Dog House Terminology

Wood Dog House



A wood (or wooden) dog house is a dog house made from wood (duh). But seriously folks... Not all woods are created equal when it comes to dog houses. We're talking things like insect and rot resistance, durability, ease of working, susceptibility to splintering, and of course, cost. Cedar fits the bill in many of these areas and thus is a very popular wood for dog houses. Readily available woods like pine and hemlock can also be used for dog houses. However, these woods lack the decay and insect resistance of cedar so they are best used for structural components that are not in direct contact with the elements or the ground.

Be leery of using pressure-treated wood to build a dog house. Although such woods will hold up well to decay and insects, they may contain toxic chemicals that are dangerous to your dog. This is more of an issue with older pressure treatments that used chromated copper arsenate or CCA although some people still have concerns about the long term hazardous effects of some of the newer pressure-treatment formulations. To play it safe, consider using pressure-treated wood only in areas where the dog is not likely to come in contact with the wood - such as the bottom of the floor.

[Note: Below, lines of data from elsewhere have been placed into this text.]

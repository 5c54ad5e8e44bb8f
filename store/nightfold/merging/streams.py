"""The sequences of two machines become those of one: versions, rounds of labels, and scans folded again."""

from __future__ import annotations

from collections.abc import Callable, Iterator, Mapping
from typing import Any

from sqlalchemy import Connection, Row, func, or_, select, update

from nightfold import tables
from nightfold.ledger.names import MachineNames
from nightfold.merging.rows import point_to
from nightfold.scans.assigning import DEFAULT_REJOIN_US, rejoin_times
from nightfold.scans.refolding import FARTHEST_US, fold_span
from nightfold.scans.rounds import fold_label

_PIECE = 500
Progress = Callable[[int], None]


def join_sequences(connection: Connection, old: MachineNames, into: MachineNames) -> dict[int, int]:
    """Make sequences of one machine the other's; return for each its id from now on."""
    shared = {
        old.sequences[name]: into.sequences[name] for name in old.sequences.keys() & into.sequences.keys()
    }
    _keep_rounds_apart(connection, shared)
    versions = {
        version_id: into.versions[shared[sequence_id], digest]
        for (sequence_id, digest), version_id in old.versions.items()
        if sequence_id in shared and (shared[sequence_id], digest) in into.versions
    }
    point_to(connection, tables.version, versions)
    point_to(connection, tables.sequence, shared)
    table = tables.sequence
    connection.execute(update(table).where(table.c.machine_id == old.id).values(machine_id=into.id))
    return {number: shared.get(number, number) for number in old.sequences.values()}


def _keep_rounds_apart(connection: Connection, shared: Mapping[int, int]) -> None:
    """Give the rounds of labels that both sequences use numbers of their own, until folding numbers them by time."""
    scan = tables.scan
    for ours, theirs in shared.items():
        highest = select(scan.c.label, func.max(scan.c.round)).where(scan.c.sequence_id == theirs)
        for label, number in connection.execute(highest.group_by(scan.c.label)).all():
            own = select(scan.c.id, scan.c.round).where(scan.c.sequence_id == ours, scan.c.label == label)
            for row in connection.execute(
                own.order_by(scan.c.round.desc())
            ).all():  # highest first: out of the way
                connection.execute(update(scan).where(scan.c.id == row.id).values(round=row.round + number))


def own_shots(connection: Connection, machine_id: int) -> dict[int, list[Row[Any]]]:
    """Return the shots of a machine that folding has a say in, by sequence and in time order: id, time, label."""
    shot, scan, sequence = tables.shot, tables.scan, tables.sequence
    query = (
        select(shot.c.id, shot.c.started_us, shot.c.sequence_id, scan.c.label)
        .join(sequence, sequence.c.id == shot.c.sequence_id)
        .outerjoin(scan, scan.c.id == shot.c.scan_id)
        .where(sequence.c.machine_id == machine_id, or_(~shot.c.reference, scan.c.label.isnot(None)))
        .order_by(shot.c.started_us, shot.c.id)
    )
    rows: list[Row[Any]] = list(connection.execute(query))
    found: dict[int, list[Row[Any]]] = {}
    for row in rows:
        found.setdefault(row.sequence_id, []).append(row)
    return found


def fold_again(
    connection: Connection,
    into: MachineNames,
    moved: Mapping[int, list[Row[Any]]],
    labels: Mapping[int, set[str]],
    progress: Progress | None,
) -> None:
    """Fold the streams again around the shots that came into them, as if they had come late.

    Parameters
    ----------
    moved : mapping of sequence id to shots
        As `own_shots` gives them.
    labels : mapping of sequence id to labels
        All labels of these sequences' scans.
    """
    rejoin_us = rejoin_times(connection).get(into.id, DEFAULT_REJOIN_US)
    done = 0
    for sequence_id, shots in moved.items():
        fresh = {row.id for row in shots}
        for label in sorted(labels.get(sequence_id, ())):
            fold_label(connection, sequence_id, label, rejoin_us, fresh)
        for piece in _pieces([row for row in shots if row.label is None]):
            first_us, last_us = piece[0].started_us, piece[-1].started_us
            fold_span(connection, sequence_id, first_us, last_us, fresh={row.id for row in piece})
            done += len(piece)
            if progress is not None:
                progress(done)


def _pieces(shots: list[Row[Any]]) -> Iterator[list[Row[Any]]]:
    """Yield shots in pieces, cut where folding would not look across."""
    piece: list[Row[Any]] = []
    for row in shots:
        if piece and (len(piece) == _PIECE or row.started_us - piece[-1].started_us > FARTHEST_US):
            yield piece
            piece = []
        piece.append(row)
    if piece:
        yield piece
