"""What a shell may offer behind the words typed so far.

A command's own parser says what comes next: an option, one of its choices, a name that is looked up in the store.
"""

from __future__ import annotations

import os
from argparse import SUPPRESS, Action, ArgumentParser
from collections.abc import Iterable, Sequence
from importlib import import_module

from nightfold_cli.arguments import DEFAULT_STORE, command_parser
from nightfold_cli.overview import GROUPS, names

FILES = ":files"
"""Said in place of words where a file comes next: the shell knows files best."""

Offer = tuple[str, str]

_LEADING = (
    ("--store", "a file or a PostgreSQL URL"),
    ("--json", "answer with one JSON object"),
    ("--debug", "show where in the program an error arose"),
    ("--version", "show the version"),
    ("--help", "show the commands"),
)
_BY_METAVAR = {"KEY": "scans", "MODEL": "models", "FILE": FILES, "FOLDER": FILES, "CARD": FILES}
_BY_DEST = {
    "machine": "machines",
    "old": "machines",
    "into": "machines",
    "sequence": "sequences",
    "observable": "observables",
    "parameter": "parameters",
    "along": "axes",
    "sensor": "sensors",
    "store": FILES,
}
_BY_COMMAND = {"sequence": "sequences", "models": "models", "sensors": "sensors"}


def offers(words: Sequence[str]) -> list[Offer]:
    """Return what can stand in place of the last word, each with a line about it.

    Parameters
    ----------
    words : sequence of str
        What stands behind ``nightfold``, up to the cursor; the last one is being typed and may be empty.
    """
    before, typed = list(words[:-1]), words[-1] if words else ""
    found = _next(before, typed)
    return [offer for offer in found if offer[0] == FILES or offer[0].startswith(typed)]


def _next(before: list[str], typed: str) -> list[Offer]:
    place = 0
    while place < len(before) and before[place].startswith("-"):
        if before[place] == "--store" and place + 1 == len(before):
            return [(FILES, "")]
        place += 2 if before[place] == "--store" else 1
    if place >= len(before):
        return list(_LEADING) if typed.startswith("-") else _commands()
    command = before[place]
    if command == "help":
        return _commands() if place + 1 == len(before) else []
    if command not in names():
        return []
    parser = command_parser(command, import_module(f"nightfold_cli.commands.{command.replace('-', '_')}"))
    return _within(parser, command, before[place + 1 :], typed, _store_of(before))


def _commands() -> list[Offer]:
    return [*(pair for _, commands in GROUPS for pair in commands), ("help", "show the help of a command")]


def _store_of(words: Sequence[str]) -> str:
    """Return the store that the words name, or the one that would be used without."""
    where = os.environ.get("NIGHTFOLD_STORE") or DEFAULT_STORE
    for number, word in enumerate(words):
        if word == "--store" and number + 1 < len(words):
            where = words[number + 1]
        elif word.startswith("--store="):
            where = word.partition("=")[2]
    return os.path.expanduser(where)  # noqa: PTH111  a URL is no path


def _within(
    parser: ArgumentParser, command: str, before: Sequence[str], typed: str, where: str
) -> list[Offer]:
    """Return what comes next among the arguments of a command."""
    options = {name: action for action in parser._actions for name in action.option_strings}
    waiting: Action | None = None
    used: set[str] = set()
    filled = 0
    only_words = False
    for word in before:
        if waiting is not None and not (waiting.nargs == "?" and word.startswith("-")):
            waiting = None
        elif word == "--" and not only_words:
            only_words = True
        elif word.startswith("-") and len(word) > 1 and not only_words:
            name, equals, _ = word.partition("=")
            action = options.get(name)
            used.add(name)
            waiting = action if action is not None and action.nargs != 0 and not equals else None
        else:
            filled += 1
    if waiting is not None and not (waiting.nargs == "?" and typed.startswith("-")):
        return _values(waiting, command, typed, where)
    if typed.startswith("-") and not only_words:
        name, equals, value = typed.partition("=")
        if equals:
            action = options.get(name)
            values = _values(action, command, value, where) if action and action.nargs != 0 else []
            return [(f"{name}={text}", said) for text, said in values if text != FILES]
        return _option_names(parser, used)
    action = _positional(parser, filled)
    return [] if action is None else _values(action, command, typed, where)


def _positional(parser: ArgumentParser, filled: int) -> Action | None:
    """Return the argument that a word takes which stands behind so many others."""
    for action in parser._actions:
        if action.option_strings or action.help == SUPPRESS:
            continue
        if action.nargs in ("+", "*") or filled == 0:
            return action
        filled -= 1
    return None


def _option_names(parser: ArgumentParser, used: Iterable[str]) -> list[Offer]:
    """Return the options not given yet, by their long names; those that may be repeated stay."""
    given = set(used)
    found = []
    for action in parser._actions:
        if not action.option_strings or action.help == SUPPRESS:
            continue
        again = type(action).__name__ == "_AppendAction"
        if again or given.isdisjoint(action.option_strings):
            found.append((action.option_strings[-1], " ".join((action.help or "").split())))
    return found


def _values(action: Action, command: str, typed: str, where: str) -> list[Offer]:
    """Return what may stand as the value of an argument."""
    if action.choices is not None:
        return [(str(choice), "") for choice in action.choices]
    kind = _BY_METAVAR.get(str(action.metavar)) or _BY_DEST.get(action.dest)
    if not action.option_strings and kind is None:
        kind = _BY_COMMAND.get(command)
    if kind is None:
        return []
    if kind == FILES:
        return [(FILES, "")]
    if kind == "models":
        from nightfold.fits.models import MODEL_NAMES

        return [(name, "") for name in MODEL_NAMES]
    from nightfold.glimpse import names_in_store

    found = names_in_store(where, kind)
    return _few_keys(found, typed) if kind == "scans" else found


def _few_keys(keys: Sequence[Offer], typed: str) -> list[Offer]:
    """Return labels alone where there are any, rounds once ``#`` is typed, and ids once a digit is."""
    if typed.isdigit():
        return list(keys)
    if "#" in typed:
        return [key for key in keys if "#" in key[0]]
    labels = [key for key in keys if "#" not in key[0] and not key[0].isdigit()]
    return labels or list(keys)
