"""Tables in columns: what there is room for, and how the cells are wrapped and aligned.

Pure text; `render` prints it. No line is ever wider than the screen: heads are broken in two, cells that may wrap are
wrapped, columns that may be spared go, and where all that does not suffice a row goes on in a further line.
"""

from __future__ import annotations

from collections.abc import Sequence
from dataclasses import dataclass, field, replace

from nightfold_cli.printable import cell_width, printable, wrap

GAP = 2
_WIDEST_WORD = 24
_INDENT = "    "


@dataclass(frozen=True, slots=True)
class Cell:
    """A cell that reads differently on a screen, where it may have several lines, and in a pipe."""

    screen: str
    plain: str = ""
    strong: bool = False

    @classmethod
    def of(cls, lines: Sequence[str], plain: str | None = None) -> Cell:
        """Return a cell of several lines; in a pipe they are parted by semicolons."""
        kept = [printable(line) for line in lines]
        return cls("\n".join(kept), "; ".join(line for line in kept if line) if plain is None else plain)


@dataclass(frozen=True, slots=True)
class Column:
    """A column of a table.

    Attributes
    ----------
    name : str
        What stands above it.
    right : bool
        Whether it is aligned to the right, as numbers are.
    spare : int
        0 for a column that is always shown; others are left out on a narrow screen, the highest first.
    wraps : bool
        Whether long cells may run over several lines.
    least : int
        How wide a column that wraps must stay before spare ones go.
    plain_name : str
        The name in a pipe, where it differs.
    quiet : bool
        Whether nothing is said when there is no room for it.
    """

    name: str
    right: bool = False
    spare: int = 0
    wraps: bool = False
    least: int = 0
    plain_name: str = ""
    quiet: bool = False


Row = Sequence[str | Cell]


@dataclass(frozen=True, slots=True)
class Laid:
    """A table as lines of text.

    Attributes
    ----------
    head : tuple of str
        Lines of the head.
    rows : tuple of tuple of str
        Lines of each row.
    hidden : tuple of str
        Names of the columns there was no room for.
    """

    head: tuple[str, ...]
    rows: tuple[tuple[str, ...], ...]
    hidden: tuple[str, ...] = field(default=())


def cell_text(cell: str | Cell, *, screen: bool) -> str:
    """Return the text of a cell; a line break of ours survives on a screen."""
    if isinstance(cell, str):
        return printable(cell)
    if not screen:
        return printable(cell.plain or cell.screen)
    return "\n".join(map(printable, cell.screen.split("\n")))


def lay_out(columns: Sequence[Column], rows: Sequence[Row], width: int) -> Laid:
    """Return a table that is at most so wide."""
    texts = [[cell_text(cell, screen=True) for cell in row] for row in rows]
    heads = [column.name for column in columns]
    every = range(len(columns))
    if _needed(_least(columns, heads, texts, width), every) > width:
        heads = [name.replace(" (", "\n(") for name in heads]
    least = _least(columns, heads, texts, width)
    shown = _fitting(columns, least, width)
    if _needed(least, shown) > width:
        columns = [column if column.right else replace(column, wraps=True) for column in columns]
        least = _least(columns, heads, texts, width)
    groups = _groups(shown, least, width)
    rooms = [width] + [width - len(_INDENT)] * (len(groups) - 1)
    widths = [
        _widths(columns, heads, texts, least, group, room) for group, room in zip(groups, rooms, strict=True)
    ]

    def lines(cells: Sequence[str]) -> tuple[str, ...]:
        return tuple(
            indent + line
            for group, own, indent in zip(groups, widths, [""] + [_INDENT] * len(groups), strict=False)
            for line in _lines(
                [cells[i] for i in group], [columns[i] for i in group], [own[i] for i in group]
            )
        )

    hidden = dict.fromkeys(columns[i].name for i in every if i not in shown and not columns[i].quiet)
    return Laid(lines(heads), tuple(lines(row) for row in texts), tuple(hidden))


def _groups(shown: Sequence[int], least: Sequence[int], width: int) -> list[list[int]]:
    """Return the columns that stand side by side, for each line of a row: one line where there is room for all."""
    groups: list[list[int]] = [[]]
    for index in shown:
        room = width if len(groups) == 1 else width - len(_INDENT)
        if groups[-1] and _needed(least, [*groups[-1], index]) > room:
            groups.append([])
        groups[-1].append(index)
    return groups


def _least(
    columns: Sequence[Column], heads: Sequence[str], texts: Sequence[Sequence[str]], width: int
) -> list[int]:
    """Return how wide each column must be: as its longest line, or its longest word where it may wrap."""
    most = width - len(_INDENT)
    least = []
    for index, column in enumerate(columns):
        cells = [heads[index], *(row[index] for row in texts)]
        parts = [part for text in cells for part in (text.split() if column.wraps else text.split("\n"))]
        longest = max(map(cell_width, parts), default=0)
        wanted = max(column.least, min(longest, _WIDEST_WORD)) if column.wraps else longest
        least.append(min(wanted, most))
    return least


def _needed(widths: Sequence[int], shown: Sequence[int]) -> int:
    """Return the width of a table."""
    return sum(widths[index] + GAP for index in shown) - GAP


def _fitting(columns: Sequence[Column], least: Sequence[int], width: int) -> list[int]:
    """Return which columns there is room for."""
    shown = list(range(len(columns)))
    while _needed(least, shown) > width:
        spare = max(shown, key=lambda index: (columns[index].spare, index))
        if columns[spare].spare == 0:
            break
        shown.remove(spare)
    return shown


def _widths(
    columns: Sequence[Column],
    heads: Sequence[str],
    texts: Sequence[Sequence[str]],
    least: Sequence[int],
    shown: Sequence[int],
    width: int,
) -> list[int]:
    """Return the widths: columns that wrap share the room that is left, each up to what it could use."""
    widths = list(least)
    left = width - _needed(least, shown)
    wanting = [index for index in shown if columns[index].wraps]
    wishes = {
        index: max(
            cell_width(line)
            for text in (heads[index], *(row[index] for row in texts))
            for line in text.split("\n")
        )
        - least[index]
        for index in wanting
    }
    for place, index in enumerate(sorted(wanting, key=lambda index: wishes[index])):
        share = max(0, min(wishes[index], left // (len(wanting) - place)))
        widths[index] += share
        left -= share
    return widths


def _lines(cells: Sequence[str], columns: Sequence[Column], widths: Sequence[int]) -> tuple[str, ...]:
    """Return the lines of one row, without blanks at their ends."""
    wrapped = [
        [line for part in cell.split("\n") for line in wrap(part, width)]
        for cell, width in zip(cells, widths, strict=True)
    ]
    lines = []
    for number in range(max(map(len, wrapped))):
        parts = []
        for column, width, own in zip(columns, widths, wrapped, strict=True):
            text = own[number] if number < len(own) else ""
            blanks = " " * max(0, width - cell_width(text))
            parts.append(blanks + text if column.right else text + blanks)
        lines.append((" " * GAP).join(parts).rstrip())
    return tuple(lines)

There are a number of advantages to using wood for dog houses. Wooden dog houses naturally stay much warmer in winter and much cooler in summer than plastic houses. If you're the least bit handy with tools, it's fairly easy to build, modify, or repair a wood dog house. Wood has a natural beauty and rustic elegance that is unmatched by other materials. And if you're eco-conscious, you can take heart in the fact that the wood in a wood dog house can be recycled after the house has been retired from active duty.